━━ Records for processing ━━
import { closeSync, existsSync, openSync, renameSync, rmSync, writeSync } from 'node:fs';
import { hostname } from 'node:os';
import { join } from 'node:path';
import { isSystemError, outputFailure } from '../errors/file-system.js';
import { InputError } from '../errors/input-error.js';
import { OutputError } from '../errors/output-error.js';
import { readInputText } from '../load/open-file.js';

/** The lock file a sweep or a merge holds in the folder it writes. */
export const LOCK_FILE = 'sweep.lock';

/** Who holds a folder: written into the lock file as JSON. */
export interface LockHolder {
  /** The holding process. */
  readonly pid: number;
  /** The machine it runs on (os.hostname()). */
  readonly host: string;
  /** When it took the lock (ISO 8601). */
  readonly since: string;
  /** What it is doing ('sweep', 'merge'). */
  readonly purpose: string;
}

/** A lock taken by {@link lockFolder}. */
export interface FolderLock {
  /** The lock file. */
  readonly path: string;
  /** The holder whose lock was taken over because its process is gone, if any. */
  readonly tookOverFrom: LockHolder | null;
  /** Removes the lock file (when it is still this process's). */
  release(): void;
}

/** Attempts at taking a lock whose holder vanishes or is being written meanwhile. */
const ATTEMPTS = 20;
/** Wait between two attempts, ms: a holder writes its file within microseconds of creating it. */
const PAUSE_MS = 50;

const pause = (ms: number) => Atomics.wait(new Int32Array(new SharedArrayBuffer(4)), 0, 0, ms);

/** Whether a process of this machine is alive (signal 0 checks without sending anything). */
function alive(pid: number): boolean {
  try {
    process.kill(pid, 0);
    return true;
  } catch (e) {
    // EPERM: it exists but belongs to another user.
    return isSystemError(e) && e.code === 'EPERM';
  }
}

function parseHolder(text: string): LockHolder | null {
  try {
    const h = JSON.parse(text) as Partial<LockHolder>;
    return typeof h?.pid === 'number' && Number.isSafeInteger(h.pid) && h.pid > 0 && typeof h.host === 'string'
      ? { pid: h.pid, host: h.host, since: String(h.since ?? ''), purpose: String(h.purpose ?? '') }
      : null;
  } catch {
    return null;
  }
}

const describeHolder = (h: LockHolder) =>
  `${h.purpose || 'a run'} by process ${h.pid} on ${h.host} since ${h.since || 'an unknown time'}`;

/**
 * Takes the exclusive lock of a folder that a sweep (or a merge) writes:
 * the lock file {@link LOCK_FILE} created with the exclusive 'wx' flag,
 * holding the process id, the host and the time. While it is held, a second
 * sweep or merge into the same folder is refused instead of redoing every
 * capture beside the first. A lock left by a process of this machine that
 * is no longer running (killed, or its machine restarted) is taken over,
 * and `tookOverFrom` says whose it was. A lock of another machine cannot be
 * checked and is never taken over.
 * @param purpose what the holder does, for the other runs' messages ('sweep', 'merge')
 * @throws OutputError naming the folder and the holder while another run
 *   holds it (or when the lock file cannot be written); InputError when the
 *   lock file cannot be read as a lock
 * @example const lock = lockFolder('lab-sweep', 'sweep'); try { … } finally { lock.release(); }
 */
export function lockFolder(dir: string, purpose: string): FolderLock {
  const path = join(dir, LOCK_FILE);
  const me: LockHolder = { pid: process.pid, host: hostname(), since: new Date().toISOString(), purpose };
  const text = `${JSON.stringify(me)}\n`;
  let tookOverFrom: LockHolder | null = null;
  for (let attempt = 0; attempt < ATTEMPTS; attempt++) {
    if (create(path, text)) {
      return {
        path,
        tookOverFrom,
        release: () => {
          // Only our own lock: a folder whose lock was removed by hand may have a new holder.
          try {
            if (existsSync(path) && readInputText(path, 'lock file') === text) rmSync(path, { force: true });
          } catch {
            // Left behind, it is taken over by the next run: its process is gone.
          }
        },
      };
    }
    let current: string;
    try {
      current = readInputText(path, 'lock file');
    } catch (e) {
      if (e instanceof InputError && /ENOENT/.test(e.received)) continue; // released meanwhile
      throw e;
    }
    const holder = parseHolder(current);
    if (holder === null) {
      // Created but not yet written: give the holder a moment.
      if (attempt < ATTEMPTS - 1) {
        pause(PAUSE_MS);
        continue;
      }
      throw new OutputError(
        dir,
        'output folder',
        `a folder no other sweep or merge is writing (its lock file ${path} holds no owner; remove it if no sweep or merge is running)`,
        `the lock file holding ${JSON.stringify(current.slice(0, 60))}`,
      );
    }
    if (holder.host !== me.host || alive(holder.pid))
      throw new OutputError(
        dir,
        'output folder',
        `a folder no other sweep or merge is writing (wait for it to finish${holder.host !== me.host ? `; if it is not running on ${holder.host}, remove ${path}` : ''})`,
        `one locked: ${describeHolder(holder)}`,
      );
    if (takeOver(path, current)) tookOverFrom = holder;
  }
  throw new OutputError(dir, 'output folder', 'a lock that can be taken', `a lock changing hands more than ${ATTEMPTS} times`);
}

/** Creates the lock file with its content; false when it exists. */
function create(path: string, text: string): boolean {
  let fd: number;
  try {
    fd = openSync(path, 'wx', 0o644);
  } catch (e) {
    if (isSystemError(e) && e.code === 'EEXIST') return false;
    throw outputFailure(e, path, 'lock file', 'a file that can be created in the output folder');
  }
  try {
    const bytes = Buffer.from(text);
    let at = 0;
    while (at < bytes.length) at += writeSync(fd, bytes, at, bytes.length - at);
  } catch (e) {
    closeSync(fd);
    rmSync(path, { force: true });
    throw outputFailure(e, path, 'lock file', 'a file that can be written in the output folder');
  }
  closeSync(fd);
  return true;
}

/**
 * Removes a stale lock, but only if it still holds `stale`: it is first
 * moved to a name of this process's (atomic), then checked; a lock taken
 * meanwhile by another run is put back.
 */
function takeOver(path: string, stale: string): boolean {
  const mine = `${path}.${process.pid}.stale`;
  try {
    renameSync(path, mine);
  } catch (e) {
    if (isSystemError(e) && e.code === 'ENOENT') return false;
    throw outputFailure(e, path, 'lock file', 'a stale lock that can be removed');
  }
  let moved = '';
  try {
    moved = readInputText(mine, 'lock file');
  } catch {
    // Unreadable: treat as stale.
  }
  if (moved !== stale && moved !== '') {
    // Another run's fresh lock: restore it unless a third one exists by now.
    if (!existsSync(path)) renameSync(mine, path);
    else rmSync(mine, { force: true });
    return false;
  }
  rmSync(mine, { force: true });
  return true;
}
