/**
 * Entry of a sweep worker thread: receives tasks, answers each with its
 * outcome. `workerData.settings` holds the sweep's analysis settings.
 */
import { parentPort, workerData } from 'node:worker_threads';
import type { AnalysisSettings } from '../analysis/analyze-file.js';
import { runSweepTask, type SweepTask } from './analyze-task.js';

const settings = (workerData as { settings: AnalysisSettings }).settings;
parentPort?.on('message', (task: SweepTask) => parentPort?.postMessage(runSweepTask(task, settings)));
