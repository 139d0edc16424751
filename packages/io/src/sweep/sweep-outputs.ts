import { type SweepReportContext, sweepReport } from '../report/sweep-report.js';
import { checkReportPath, stageReport } from '../report/write-report.js';
import { commitTogether } from '../write/atomic.js';
import type { SweepRow } from './result-row.js';
import { type ResultsTableFiles, resultsTableStages } from './results-table.js';

/** The files a sweep's final rows were written to. */
export interface SweepOutputPaths extends ResultsTableFiles {
  /** The HTML report, when one was asked for. */
  readonly reportPath: string | null;
}

/**
 * Writes a sweep's final rows: `results.csv` and `results.arrow` in `out`,
 * and, when `report` is given, the HTML report at `report.path`. The one
 * place that turns final rows into files, for a sweep and for anything
 * else that assembles final rows (merged shards). All of them are staged
 * before any is put in place, so that a failure (a full disk, a folder in
 * the report's way) leaves the earlier files as they were.
 * @throws InputError when the report path is one of `report.inputs`; OutputError when a file cannot be written
 * @example writeSweepOutputs('lab-sweep', rows, { path: 'lab.html', context: { source: 'lab', library: 'intradyne', version: LIBRARY_VERSION } });
 */
export function writeSweepOutputs(
  out: string,
  rows: readonly SweepRow[],
  report?: { readonly path: string; readonly context: SweepReportContext; readonly inputs?: readonly string[] },
): SweepOutputPaths {
  const table = resultsTableStages(out, rows);
  const stages = [...table.stages];
  if (report) {
    checkReportPath(report.path, report.inputs);
    const html = sweepReport(rows, report.context);
    stages.push(() => stageReport(report.path, html, report.inputs));
  }
  commitTogether(stages);
  return { ...table.files, reportPath: report?.path ?? null };
}
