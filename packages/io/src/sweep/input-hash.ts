import { createHash, type Hash } from 'node:crypto';
import { closeSync, existsSync } from 'node:fs';
import { dirname, resolve } from 'node:path';
import { descriptorPathFor, resolveDataPath } from '../capture/capture.js';
import { openInput, readInput, readInputText } from '../load/open-file.js';

/** Bytes per read while hashing: large enough to amortize system calls, small enough to bound memory. */
const CHUNK_BYTES = 1 << 20;

function hashFile(hash: Hash, path: string): void {
  const fd = openInput(path);
  try {
    const buffer = new Uint8Array(CHUNK_BYTES);
    for (;;) {
      const n = readInput(fd, path, 'file', buffer, 0, CHUNK_BYTES, null);
      if (n === 0) break;
      hash.update(buffer.subarray(0, n));
    }
  } finally {
    closeSync(fd);
  }
}

/**
 * What identifies a capture's input before it is analysed: the SHA-256 (hex)
 * of its data file's bytes, then its descriptor's, then its reference's
 * (each preceded by its role and byte length so that moving bytes from one
 * file to another changes the hash). Reads the files in 1 MiB chunks, about
 * as fast as the disk; far cheaper than an analysis.
 * @param path the data file or the descriptor
 * @returns null when the files cannot be read (the analysis then reports why)
 * @example captureInputHash('lab/run-07.csv') // SHA-256 of data, descriptor and reference; null when unreadable
 */
export function captureInputHash(path: string): string | null {
  try {
    const dataPath = resolveDataPath(path);
    const hash = createHash('sha256');
    const part = (role: string, p: string) => {
      hash.update(`${role}\n`);
      hashFile(hash, p);
      hash.update('\n');
    };
    part('data', dataPath);
    const descriptor = descriptorPathFor(dataPath);
    if (existsSync(descriptor)) {
      part('descriptor', descriptor);
      const reference = referenceOf(descriptor);
      if (reference !== undefined && existsSync(reference)) part('reference', reference);
    }
    return hash.digest('hex');
  } catch {
    return null;
  }
}

/** The reference path a descriptor names, when it parses; undefined otherwise. */
function referenceOf(descriptor: string): string | undefined {
  try {
    const doc = JSON.parse(readInputText(descriptor, 'descriptor')) as { reference?: unknown };
    return typeof doc.reference === 'string' ? resolve(dirname(descriptor), doc.reference) : undefined;
  } catch {
    return undefined;
  }
}
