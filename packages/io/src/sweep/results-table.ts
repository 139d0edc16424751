import { join } from 'node:path';
import { resultsArrowBytes } from '../arrow/arrow-write.js';
import { commitTogether, type StagedFile, stageFile } from '../write/atomic.js';
import { columnKind, INTEGER_COLUMNS, RESULT_COLUMNS, rowProblem, type SweepRow } from './result-row.js';

/** The files a results table was written to. */
export interface ResultsTableFiles {
  /** Path of `results.csv`. */
  readonly csvPath: string;
  /** Path of `results.arrow`. */
  readonly arrowPath: string;
}

/** The schema metadata of results.arrow. */
const TABLE_METADATA = { table: 'intradyne sweep results' } as const;

/**
 * Writes a sweep's final table into a folder: `results.csv` and
 * `results.arrow`, replacing an earlier table. The one last step of every
 * way a table is made (a sweep, a shard of one, a merge of shards), so that
 * equal rows give byte-identical files. Every row is checked first, then
 * both files are staged and only then put in place: the two tables never
 * disagree, and a full disk leaves the earlier pair as it was.
 * @param rows the rows in the sweep's order (may be empty: a shard can hold no capture)
 * @throws OutputError when the folder cannot take the files; Error for a
 *   row that is not a valid results row (a bug: rows read from files are
 *   checked when read)
 */
export function writeResultsTable(out: string, rows: readonly SweepRow[]): ResultsTableFiles {
  const { files, stages } = resultsTableStages(out, rows);
  commitTogether(stages);
  return files;
}

/**
 * The staging steps of {@link writeResultsTable}, for a caller that commits
 * them together with other files (the sweep's report).
 */
export function resultsTableStages(
  out: string,
  rows: readonly SweepRow[],
): { readonly files: ResultsTableFiles; readonly stages: (() => StagedFile)[] } {
  rows.forEach((r, i) => {
    const problem = rowProblem(r);
    if (problem !== null) throw new Error(`results table: row ${i + 1} (${String(r.capture)}): ${problem}`);
  });
  const csvPath = join(out, 'results.csv');
  const arrowPath = join(out, 'results.arrow');
  const csv = resultsCsvText(rows);
  const arrow = resultsTableArrowBytes(rows);
  return {
    files: { csvPath, arrowPath },
    stages: [
      () => stageFile(csvPath, (append) => append(csv), { overwrite: true }, 'results table'),
      () => stageFile(arrowPath, (append) => append(arrow), { overwrite: true }, 'results table'),
    ],
  };
}

/** A CSV field: numbers as the shortest text that reads back, booleans as true/false, empty for null; quoted when needed (RFC 4180). */
function field(v: number | string | boolean | null): string {
  if (v === null) return '';
  if (typeof v === 'number') return Number.isFinite(v) ? String(v) : '';
  const text = String(v);
  return /[",\r\n]/.test(text) ? `"${text.replaceAll('"', '""')}"` : text;
}

/** The results table as CSV text: a header row of {@link RESULT_COLUMNS}, one row per capture, RFC 4180 quoting. */
function resultsCsvText(rows: readonly SweepRow[]): string {
  return [RESULT_COLUMNS.join(','), ...rows.map((r) => RESULT_COLUMNS.map((c) => field(r[c])).join(','))]
    .map((line) => `${line}\n`)
    .join('');
}

/**
 * The results table as Arrow IPC (file format): text columns UTF-8, counts
 * Int64, booleans Bool, other numbers float64, nulls where a value is
 * missing; with no row, the same schema.
 */
function resultsTableArrowBytes(rows: readonly SweepRow[]): Uint8Array {
  // Every row has every column, so the column order is RESULT_COLUMNS.
  const ordered = rows.map((r) => Object.fromEntries(RESULT_COLUMNS.map((c) => [c, r[c]])));
  return resultsArrowBytes(ordered, {
    metadata: TABLE_METADATA,
    integerColumns: [...INTEGER_COLUMNS],
    kinds: Object.fromEntries(RESULT_COLUMNS.map((c) => [c, columnKind(c)])),
  });
}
━━━
Instructions for the task>
Write out the records above exactly, from the opening line to the line with "readonly since: string;", including both, with nothing added.

Response>
import { closeSync, existsSync, openSync, renameSync, rmSync, writeSync } from 'node:fs';
import { hostname } from 'node:os';
import { join } from 'node:path';
import { isSystemError, outputFailure } from '../errors/file-system.js';
import { InputError } from '../errors/input-error.js';
import { OutputError } from '../errors/output-error.js';
import { readInputText } from '../load/open-file.js';

/** The lock file a sweep or a merge holds in the folder it writes. */
export const LOCK_FILE = 'sweep.lock';

/** Who holds a folder: written into the lock file as JSON. */
export interface LockHolder {
  /** The holding process. */
  readonly pid: number;
  /** The machine it runs on (os.hostname()). */
  readonly host: string;
  /** When it took the lock (ISO 8601). */
  readonly since: string;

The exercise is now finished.